- Interactive map of World Famous Cannabis Cafe

Restaurant information
- Established: 2009
- Closed: March 8, 2019
- Location: 7958 SE Foster Rd., Portland, Oregon, 97206, United States
- Coordinates: 45°29′01″N 122°34′53″W﻿ / ﻿45.483617°N 122.581515°W

= World Famous Cannabis Cafe =

Former cannabis dispensary in Portland, Oregon, U.S.

The World Famous Cannabis Cafe is a former Cannabis dispensary open between 2009 and 2016 in Portland, Oregon.

Established in 2009 by Madeline Martinez, then the executive director of Oregon NORML, the Cannabis Cafe was established as a place for Oregon Medical Marijuana Program (OMMP) cardholders to socialize and safely use cannabis for medical purposes out of public view, as required by state law. Members of the club had to be a current OMMP cardholder and pay an entry fee.

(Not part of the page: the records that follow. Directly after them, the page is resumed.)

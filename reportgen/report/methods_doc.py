"""The month's methods document (``methods.pdf``): one copy for the practice, beside the
overview, instead of equations and references in every client's report.

It lists every equation and model used for at least one client this month, with its
accuracy, reference and the number of clients it served, the safety rules with their
thresholds (taken from ``reportgen.science.flags``, so the page cannot drift from the
rules), and how trend, expenditure, adaptation and projection are made.
"""

from __future__ import annotations

from collections import Counter
from collections.abc import Iterable, Sequence
from types import SimpleNamespace

from reportlab.lib.units import mm
from reportlab.platypus import Flowable, Spacer

from reportgen.analysis.baseline import BASELINE_FIRST_WEEKS_DAYS
from reportgen.analysis.quality import FLAG_INTAKE_DAYS
from reportgen.analysis.trend import RECENT_DAYS
from reportgen.config import Config
from reportgen.month import ReportMonth
from reportgen.results import MethodUsed
from reportgen.science import adaptation as A
from reportgen.science import diet_break as DB
from reportgen.science import flags as F
from reportgen.science import plateau as P
from reportgen.science.activity import (
    ACSM_HORIZONTAL_ML_O2_PER_KG_M,
    KCAL_PER_L_O2,
    STEP_LENGTH_PER_HEIGHT,
)
from reportgen.science.composition import RHO_FAT_KCAL_PER_KG, RHO_LEAN_KCAL_PER_KG
from reportgen.science.energy_density import GLYCOGEN_WATER_KCAL_PER_KG
from reportgen.science.expected import FALLBACK_REL_SD
from reportgen.science.hall import HALL_2011
from reportgen.science.rates import SHIFT_PRIOR_SD_KG, SHIFT_TAU_DAYS
from reportgen.unit_constants import KJ_PER_KCAL

from .cautions import caution_values
from .layout import data_table, practice_header
from .para import Paragraph
from .pdfbuild import Document, build, mark_heading
from .theme import page_size, theme_for
from .units import Units
from .viewmodel import ADAPT_MIN_PCT
from .wording import Wording, blocks, esc


def flag_rules(u: Units) -> list[tuple[str, str, str]]:
    """(flag, rule, source) for every safety rule, thresholds from ``science.flags``."""
    e = u.e
    return [
        (
            "Pregnancy recorded",
            "pregnant in the client list: no deficit analysis",
            "common practice",
        ),
        (
            "Client is under 18",
            f"age under {F.ADULT_AGE_YEARS} years: no deficit analysis",
            "common practice",
        ),
        (
            "BMI is below 18.5",
            f"BMI under {F.BMI_UNDERWEIGHT:.1f} kg/m² (urgent under {F.BMI_MODERATE_THINNESS:.1f})",
            "WHO 2000, TRS 894",
        ),
        (
            "Intake at very-low-calorie-diet level",
            f"mean logged intake over the last {FLAG_INTAKE_DAYS} days under "
            f"{e(F.INTAKE_VLCD_KCAL)}",
            "common practice",
        ),
        (
            "Intake is very low",
            f"under {e(F.INTAKE_FLOOR_WOMEN_KCAL)} (women, sex unknown) or "
            f"{e(F.INTAKE_FLOOR_MEN_KCAL)} (men)",
            "common practice; 2013 AHA/ACC/TOS guideline",
        ),
        (
            "Weight is coming off faster than recommended",
            f"current weekly rate a loss over {F.RAPID_LOSS_PCT_PER_WEEK:.1f} % of body weight, "
            f"or over that in each of the last {F.RAPID_LOSS_MIN_WEEKS} weeks",
            "Helms, Aragon & Fitschen 2014",
        ),
        (
            "Body fat near essential levels",
            f"at or under {F.ESSENTIAL_FAT_MEN_PCT:.0f} % (men) or "
            f"{F.ESSENTIAL_FAT_WOMEN_PCT:.0f} % (women)",
            "common practice",
        ),
        (
            "Expenditure estimate looks implausible",
            f"the client's own expenditure gap more than {A.IMPLAUSIBLE_Z:.1f} SDs from what "
            "the literature expects for a deficit of that depth and length",
            "Hall et al. 2011 (adaptive thermogenesis); Leibel et al. 1995 (spread); judgment",
        ),
    ]


def _per_kg(u: Units, kcal_per_kg: float) -> str:
    """An energy density in the configured energy unit, e.g. '9,440 kcal/kg'."""
    if u.energy_unit == "kJ":
        return f"{kcal_per_kg * KJ_PER_KCAL:,.0f} kJ/kg"
    return f"{kcal_per_kg:,.0f} kcal/kg"


def _share(x: float) -> str:
    return f"{x * 100:.0f} %"


def method_values(u: Units) -> dict[str, str]:
    """The constants the methods text quotes, taken from the code that uses them, so the
    page cannot drift from the methods."""
    hall = HALL_2011
    per_kg_day = "kJ" if u.energy_unit == "kJ" else "kcal"
    k = KJ_PER_KCAL if u.energy_unit == "kJ" else 1.0
    return {
        "rho_fat": _per_kg(u, RHO_FAT_KCAL_PER_KG),
        "rho_lean": _per_kg(u, RHO_LEAN_KCAL_PER_KG),
        "rho_glycogen": _per_kg(u, GLYCOGEN_WATER_KCAL_PER_KG),
        "shift_tau": u.number(SHIFT_TAU_DAYS, 0),
        "shift_sd": u.w(SHIFT_PRIOR_SD_KG, dp=1),
        "baseline_weeks": str(BASELINE_FIRST_WEEKS_DAYS // 7),
        "gamma_fat": f"{hall.gamma_fat_kcal_per_kg_day * k:.1f} {per_kg_day}/day",
        "gamma_lean": f"{hall.gamma_lean_kcal_per_kg_day * k:.0f} {per_kg_day}/day",
        "beta_tef": _share(hall.beta_tef),
        "fallback_sd": _share(FALLBACK_REL_SD),
        "beta_at": f"{hall.beta_at:.2f}",
        "tau_at": u.number(hall.tau_at_days, 0),
        "between_cv": f"{A.BETWEEN_PERSON_CV:.1f}",
        "coef_cv": f"{A.COEFFICIENT_CV:.1f}",
        "lit_floor": u.e(A.LITERATURE_SD_FLOOR_KCAL),
        "dof": u.number(A.PRIOR_DOF, 0),
        "unmeasured_sd": u.e(A.UNMEASURED_ACTIVITY_SD_KCAL),
        "drift_prior": _share(A.LOGGING_DRIFT_PRIOR),
        "drift_sd": _share(A.LOGGING_DRIFT_SD_FRACTION),
        "implausible_z": f"{A.IMPLAUSIBLE_Z:.1f}",
        "acsm_ml": f"{ACSM_HORIZONTAL_ML_O2_PER_KG_M:.1f}",
        "kcal_per_l": f"{KCAL_PER_L_O2:.0f}",
        "step_women": f"{STEP_LENGTH_PER_HEIGHT['female']:.3f}",
        "step_men": f"{STEP_LENGTH_PER_HEIGHT['male']:.3f}",
        "recent_window_weeks": str(P.RECENT_WINDOW_DAYS // 7),
        "min_recent_weeks": str(P.MIN_RECENT_DAYS // 7),
        "longer_weeks": " then ".join(str(d // 7) for d in P.LONGER_WINDOWS_DAYS),
        "glycogen_weeks": str(P.GLYCOGEN_WEEKS_DAYS // 7),
        "early_weeks": f"{P.GLYCOGEN_WEEKS_DAYS // 7 + 1}-"
        f"{(P.GLYCOGEN_WEEKS_DAYS + P.EARLY_WINDOW_DAYS) // 7}",
        "on_track": _share(P.ON_TRACK_SHARE),
        "gain_margin": u.pct(P.GAIN_MARGIN_PCT_PER_WEEK, dp=1),
        "min_phase_weeks": str(P.MIN_PHASE_DAYS // 7),
        "break_weeks_min": str(DB.BREAK_MIN_DAYS_IN_DEFICIT // 7),
        "break_depth": u.pct(DB.BREAK_MIN_DEPTH_PCT, dp=0),
        "break_weeks": str(DB.BREAK_WEEKS),
    }


def methods_used(per_client: Iterable[Sequence[MethodUsed]]) -> list[tuple[MethodUsed, int]]:
    """Every method used for at least one client, with the number of clients, in first-seen
    order (the analysis lists them in pipeline order)."""
    counts: Counter[str] = Counter()
    first: dict[str, MethodUsed] = {}
    for methods in per_client:
        for code in dict.fromkeys(m.code for m in methods):
            counts[code] += 1
        for m in methods:
            first.setdefault(m.code, m)
    return [(first[c], counts[c]) for c in first if c in counts]


def render_methods(
    per_client: Iterable[Sequence[MethodUsed]],
    clients: int,
    month: ReportMonth | str,
    config: Config,
) -> bytes:
    """The month's methods document as PDF bytes (A4 or letter, portrait)."""
    theme = theme_for(config.report.accent_colour)
    words = Wording(config, "report/methods.j2")
    u = Units.from_config(config)
    L = words.labels
    pagesize = page_size(config)
    width = pagesize[0] - 2 * 18 * mm
    used = methods_used(per_client)
    vm = SimpleNamespace(
        month=ReportMonth(month).label,
        count=str(clients),
        activity_factor=u.number(config.analysis.activity_factor, 2),
        adapt_min=u.pct(ADAPT_MIN_PCT, dp=0),
        **method_values(u),
        projection_weeks=str(config.report.projection_weeks),
        recent_weeks=str(RECENT_DAYS // 7),
        **caution_values(u),
        methods=[
            SimpleNamespace(name=m.name, see=m.see or "", reference=m.reference, clients=str(n))
            for m, n in used
        ],
    )
    story: list[Flowable] = []
    story += practice_header(config, theme, width)
    head = blocks(words.text("header", vm), theme)
    if head and isinstance(head[0], Paragraph):
        mark_heading(head[0], 0, L["document"])
    story += head
    story.append(Spacer(1, 3 * mm))

    def hook(para: Paragraph, level: int) -> None:
        mark_heading(para, level + 1)

    story += blocks(words.text("body", vm), theme, heading_hook=hook)
    rows = [[esc(a), esc(b), esc(c)] for a, b, c in flag_rules(u)]
    story.append(
        data_table(
            [esc(c) for c in L["flag_cols"]],
            rows,
            [0.3 * width, 0.45 * width, 0.25 * width],
            theme,
            right_from=3,
        )
    )
    story.append(Spacer(1, 3 * mm))
    story += blocks(words.text("methods_intro", vm), theme, heading_hook=hook)
    for m in vm.methods:
        story.append(Paragraph(words.text("method_line", m), theme["bullet"], bulletText="\u2022"))
    story.append(Spacer(1, 3 * mm))
    story += blocks(words.text("cautions", vm), theme, heading_hook=hook)
    story.append(Paragraph(words.text("footnote", vm), theme["small"]))
    doc = Document(
        title=f"{L['document']}: {vm.month}",
        author=config.practice.name or "reportgen",
        subject=f"{L['subject']}, {vm.month}",
        pagesize=pagesize,
        footer_right=config.practice.name,
        header=f"{L['document']} · {vm.month}",
        page_label=lambda n: f"{L['page']} {n} {L['of']}",
    )
    return build(story, doc, theme)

The cafe hosted a number of activities, including the annual Oregon Medical Cannabis Awards, which began in 2002. The OMCA was the first medical marijuana strain evaluation competition in the United States, and the only competition to track the medical conditions of the judges and medical effectiveness of the strains relative to specific conditions. The cafe also hosted a monthly (OMMP) Cardholder Meeting where the community of patients, caregivers and growers could stay up to date on legislative requirements and changes.

After the Oregon Indoor Clean Air Act was expanded to include marijuana smoking and vaping, Martinez confirmed that the cafe would close on March 8, 2016.